=== Extracted entries ===

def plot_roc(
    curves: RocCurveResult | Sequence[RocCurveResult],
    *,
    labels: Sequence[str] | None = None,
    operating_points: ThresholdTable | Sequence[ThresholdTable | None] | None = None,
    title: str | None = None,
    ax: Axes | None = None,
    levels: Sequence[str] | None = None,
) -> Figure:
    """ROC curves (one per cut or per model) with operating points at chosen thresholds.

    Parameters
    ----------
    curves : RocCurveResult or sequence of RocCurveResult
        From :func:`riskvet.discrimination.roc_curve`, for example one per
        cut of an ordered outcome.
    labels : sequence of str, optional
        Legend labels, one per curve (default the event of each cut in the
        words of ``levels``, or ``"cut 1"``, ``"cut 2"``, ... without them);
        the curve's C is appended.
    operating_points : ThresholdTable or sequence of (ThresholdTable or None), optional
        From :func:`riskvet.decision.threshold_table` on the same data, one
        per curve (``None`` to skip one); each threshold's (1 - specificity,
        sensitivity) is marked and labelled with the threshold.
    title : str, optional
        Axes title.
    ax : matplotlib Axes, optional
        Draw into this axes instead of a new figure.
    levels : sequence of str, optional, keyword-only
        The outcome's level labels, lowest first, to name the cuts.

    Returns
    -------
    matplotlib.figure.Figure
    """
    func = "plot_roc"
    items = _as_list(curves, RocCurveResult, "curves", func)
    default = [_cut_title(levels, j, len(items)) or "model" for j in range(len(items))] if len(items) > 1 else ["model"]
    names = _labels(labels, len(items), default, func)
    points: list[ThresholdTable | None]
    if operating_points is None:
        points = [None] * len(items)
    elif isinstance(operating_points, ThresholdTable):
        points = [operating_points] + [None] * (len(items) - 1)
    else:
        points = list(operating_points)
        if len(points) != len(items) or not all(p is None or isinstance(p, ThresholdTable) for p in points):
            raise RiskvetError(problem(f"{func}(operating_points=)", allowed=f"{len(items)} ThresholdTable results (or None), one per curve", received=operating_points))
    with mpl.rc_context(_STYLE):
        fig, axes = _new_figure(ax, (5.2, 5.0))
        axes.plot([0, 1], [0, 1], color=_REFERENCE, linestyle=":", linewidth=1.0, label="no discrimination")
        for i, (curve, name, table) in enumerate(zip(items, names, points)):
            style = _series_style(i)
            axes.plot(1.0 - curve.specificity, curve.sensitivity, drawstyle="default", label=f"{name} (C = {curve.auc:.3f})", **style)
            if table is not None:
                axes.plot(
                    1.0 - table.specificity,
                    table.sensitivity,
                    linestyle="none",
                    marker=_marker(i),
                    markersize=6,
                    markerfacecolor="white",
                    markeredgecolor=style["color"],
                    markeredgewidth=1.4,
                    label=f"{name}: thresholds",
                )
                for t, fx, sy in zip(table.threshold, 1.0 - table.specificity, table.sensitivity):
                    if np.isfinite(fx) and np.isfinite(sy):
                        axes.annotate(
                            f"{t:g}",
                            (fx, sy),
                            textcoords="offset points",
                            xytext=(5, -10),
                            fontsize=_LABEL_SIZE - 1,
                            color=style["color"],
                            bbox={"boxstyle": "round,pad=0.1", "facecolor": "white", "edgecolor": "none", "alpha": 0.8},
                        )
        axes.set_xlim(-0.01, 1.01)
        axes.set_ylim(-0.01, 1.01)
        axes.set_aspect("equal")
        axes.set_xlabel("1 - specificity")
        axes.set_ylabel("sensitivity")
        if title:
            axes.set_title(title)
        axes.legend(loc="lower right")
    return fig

---

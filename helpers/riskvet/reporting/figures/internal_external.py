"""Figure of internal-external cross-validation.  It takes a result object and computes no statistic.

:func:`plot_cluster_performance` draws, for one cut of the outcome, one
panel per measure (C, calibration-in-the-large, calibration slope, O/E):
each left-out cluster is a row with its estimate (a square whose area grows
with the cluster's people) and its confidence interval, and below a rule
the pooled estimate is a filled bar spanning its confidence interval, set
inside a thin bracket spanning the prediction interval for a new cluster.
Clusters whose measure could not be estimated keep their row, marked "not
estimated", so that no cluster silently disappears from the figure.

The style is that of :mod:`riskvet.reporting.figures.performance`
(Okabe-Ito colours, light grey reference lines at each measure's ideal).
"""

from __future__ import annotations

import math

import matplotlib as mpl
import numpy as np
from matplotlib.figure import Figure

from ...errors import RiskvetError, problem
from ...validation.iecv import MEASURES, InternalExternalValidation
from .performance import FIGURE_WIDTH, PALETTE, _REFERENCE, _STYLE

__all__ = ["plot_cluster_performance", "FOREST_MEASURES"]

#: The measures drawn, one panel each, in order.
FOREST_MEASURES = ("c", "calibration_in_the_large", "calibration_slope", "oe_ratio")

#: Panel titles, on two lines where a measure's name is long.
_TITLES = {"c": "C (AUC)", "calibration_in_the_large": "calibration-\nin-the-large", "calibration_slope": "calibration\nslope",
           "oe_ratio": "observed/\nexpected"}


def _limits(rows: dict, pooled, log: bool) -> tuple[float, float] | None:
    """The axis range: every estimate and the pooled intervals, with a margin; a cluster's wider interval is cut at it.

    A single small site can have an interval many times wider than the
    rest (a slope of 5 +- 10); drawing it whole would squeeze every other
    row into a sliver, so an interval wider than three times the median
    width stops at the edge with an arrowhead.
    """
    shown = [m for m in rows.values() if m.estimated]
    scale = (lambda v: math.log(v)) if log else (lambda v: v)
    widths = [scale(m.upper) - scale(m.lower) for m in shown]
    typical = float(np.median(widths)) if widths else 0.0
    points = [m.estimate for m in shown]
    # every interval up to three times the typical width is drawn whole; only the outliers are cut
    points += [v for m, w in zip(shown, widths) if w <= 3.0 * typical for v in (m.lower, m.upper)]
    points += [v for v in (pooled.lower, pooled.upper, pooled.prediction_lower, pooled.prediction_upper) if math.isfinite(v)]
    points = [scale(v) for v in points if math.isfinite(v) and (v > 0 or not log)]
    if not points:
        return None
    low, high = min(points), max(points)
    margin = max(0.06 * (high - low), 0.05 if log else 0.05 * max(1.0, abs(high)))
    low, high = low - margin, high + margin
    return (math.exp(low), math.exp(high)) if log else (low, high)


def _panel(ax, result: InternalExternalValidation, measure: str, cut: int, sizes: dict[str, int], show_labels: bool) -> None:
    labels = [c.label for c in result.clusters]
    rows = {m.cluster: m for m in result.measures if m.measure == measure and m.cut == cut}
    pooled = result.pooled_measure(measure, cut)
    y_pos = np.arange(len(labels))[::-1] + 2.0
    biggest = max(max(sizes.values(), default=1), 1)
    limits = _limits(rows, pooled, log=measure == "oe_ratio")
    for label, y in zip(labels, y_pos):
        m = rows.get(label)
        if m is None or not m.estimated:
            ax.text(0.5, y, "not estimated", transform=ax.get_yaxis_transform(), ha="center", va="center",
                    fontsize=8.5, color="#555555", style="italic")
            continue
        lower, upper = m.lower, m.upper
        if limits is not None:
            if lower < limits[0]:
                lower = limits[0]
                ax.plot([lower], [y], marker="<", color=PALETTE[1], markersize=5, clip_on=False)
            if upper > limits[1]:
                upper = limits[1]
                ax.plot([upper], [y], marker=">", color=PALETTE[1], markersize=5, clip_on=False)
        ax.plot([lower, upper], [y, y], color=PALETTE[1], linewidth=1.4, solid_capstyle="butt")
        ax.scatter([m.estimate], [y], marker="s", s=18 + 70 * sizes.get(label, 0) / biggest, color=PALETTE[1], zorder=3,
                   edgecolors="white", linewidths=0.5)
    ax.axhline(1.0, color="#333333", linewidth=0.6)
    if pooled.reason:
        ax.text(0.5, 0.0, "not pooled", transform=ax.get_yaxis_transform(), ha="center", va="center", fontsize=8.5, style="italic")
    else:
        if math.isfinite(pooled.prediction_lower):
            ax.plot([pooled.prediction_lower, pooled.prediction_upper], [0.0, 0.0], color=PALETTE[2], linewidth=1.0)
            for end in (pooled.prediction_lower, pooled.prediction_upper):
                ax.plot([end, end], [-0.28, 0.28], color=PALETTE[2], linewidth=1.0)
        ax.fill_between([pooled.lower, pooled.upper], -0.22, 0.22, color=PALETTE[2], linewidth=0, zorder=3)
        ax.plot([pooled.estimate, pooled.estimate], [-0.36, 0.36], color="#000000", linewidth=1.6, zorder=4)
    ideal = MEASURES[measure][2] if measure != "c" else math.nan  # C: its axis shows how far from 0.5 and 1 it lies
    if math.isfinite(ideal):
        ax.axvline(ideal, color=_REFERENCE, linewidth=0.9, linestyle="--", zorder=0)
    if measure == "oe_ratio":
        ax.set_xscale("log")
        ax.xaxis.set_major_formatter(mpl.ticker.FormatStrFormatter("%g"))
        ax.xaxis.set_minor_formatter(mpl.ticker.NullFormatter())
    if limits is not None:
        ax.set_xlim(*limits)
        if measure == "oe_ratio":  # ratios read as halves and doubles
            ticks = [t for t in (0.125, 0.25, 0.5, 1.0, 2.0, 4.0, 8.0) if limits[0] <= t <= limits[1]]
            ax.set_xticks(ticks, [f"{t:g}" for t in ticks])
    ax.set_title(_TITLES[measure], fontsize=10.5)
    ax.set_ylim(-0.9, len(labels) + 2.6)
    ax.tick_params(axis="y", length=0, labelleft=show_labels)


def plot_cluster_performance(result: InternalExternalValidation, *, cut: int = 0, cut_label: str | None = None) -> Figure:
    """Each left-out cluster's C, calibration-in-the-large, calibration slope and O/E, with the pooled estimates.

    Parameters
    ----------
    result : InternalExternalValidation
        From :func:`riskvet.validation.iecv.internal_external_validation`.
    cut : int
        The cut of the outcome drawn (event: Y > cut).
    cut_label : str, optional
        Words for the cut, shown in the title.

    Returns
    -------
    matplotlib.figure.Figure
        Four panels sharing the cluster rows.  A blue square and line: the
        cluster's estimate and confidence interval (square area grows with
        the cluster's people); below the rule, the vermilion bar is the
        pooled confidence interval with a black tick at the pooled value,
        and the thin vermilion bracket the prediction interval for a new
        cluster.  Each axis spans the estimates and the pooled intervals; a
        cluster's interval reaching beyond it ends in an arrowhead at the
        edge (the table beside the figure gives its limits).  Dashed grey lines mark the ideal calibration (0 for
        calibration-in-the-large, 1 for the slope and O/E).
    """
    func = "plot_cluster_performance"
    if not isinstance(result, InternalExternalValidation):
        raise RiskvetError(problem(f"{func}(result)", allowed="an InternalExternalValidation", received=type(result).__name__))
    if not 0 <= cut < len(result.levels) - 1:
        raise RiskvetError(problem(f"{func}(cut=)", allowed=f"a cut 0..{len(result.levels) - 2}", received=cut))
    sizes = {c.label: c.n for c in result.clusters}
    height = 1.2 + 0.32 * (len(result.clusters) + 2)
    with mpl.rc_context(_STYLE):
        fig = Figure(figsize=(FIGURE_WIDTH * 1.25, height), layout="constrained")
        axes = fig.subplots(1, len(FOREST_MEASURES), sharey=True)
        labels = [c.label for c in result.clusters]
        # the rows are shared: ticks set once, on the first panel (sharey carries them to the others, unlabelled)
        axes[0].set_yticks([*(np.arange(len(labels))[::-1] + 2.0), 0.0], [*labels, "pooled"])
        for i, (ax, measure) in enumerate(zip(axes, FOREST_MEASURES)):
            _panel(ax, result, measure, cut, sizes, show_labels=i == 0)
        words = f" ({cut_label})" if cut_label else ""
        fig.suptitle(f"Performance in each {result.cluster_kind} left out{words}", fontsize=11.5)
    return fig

=== Work to complete ===
If a line in the records contains the word "margin", copy it.

=== Answer box ===
    """The axis range: every estimate and the pooled intervals, with a margin; a cluster's wider interval is cut at it.
    margin = max(0.06 * (high - low), 0.05 if log else 0.05 * max(1.0, abs(high)))
    low, high = low - margin, high + margin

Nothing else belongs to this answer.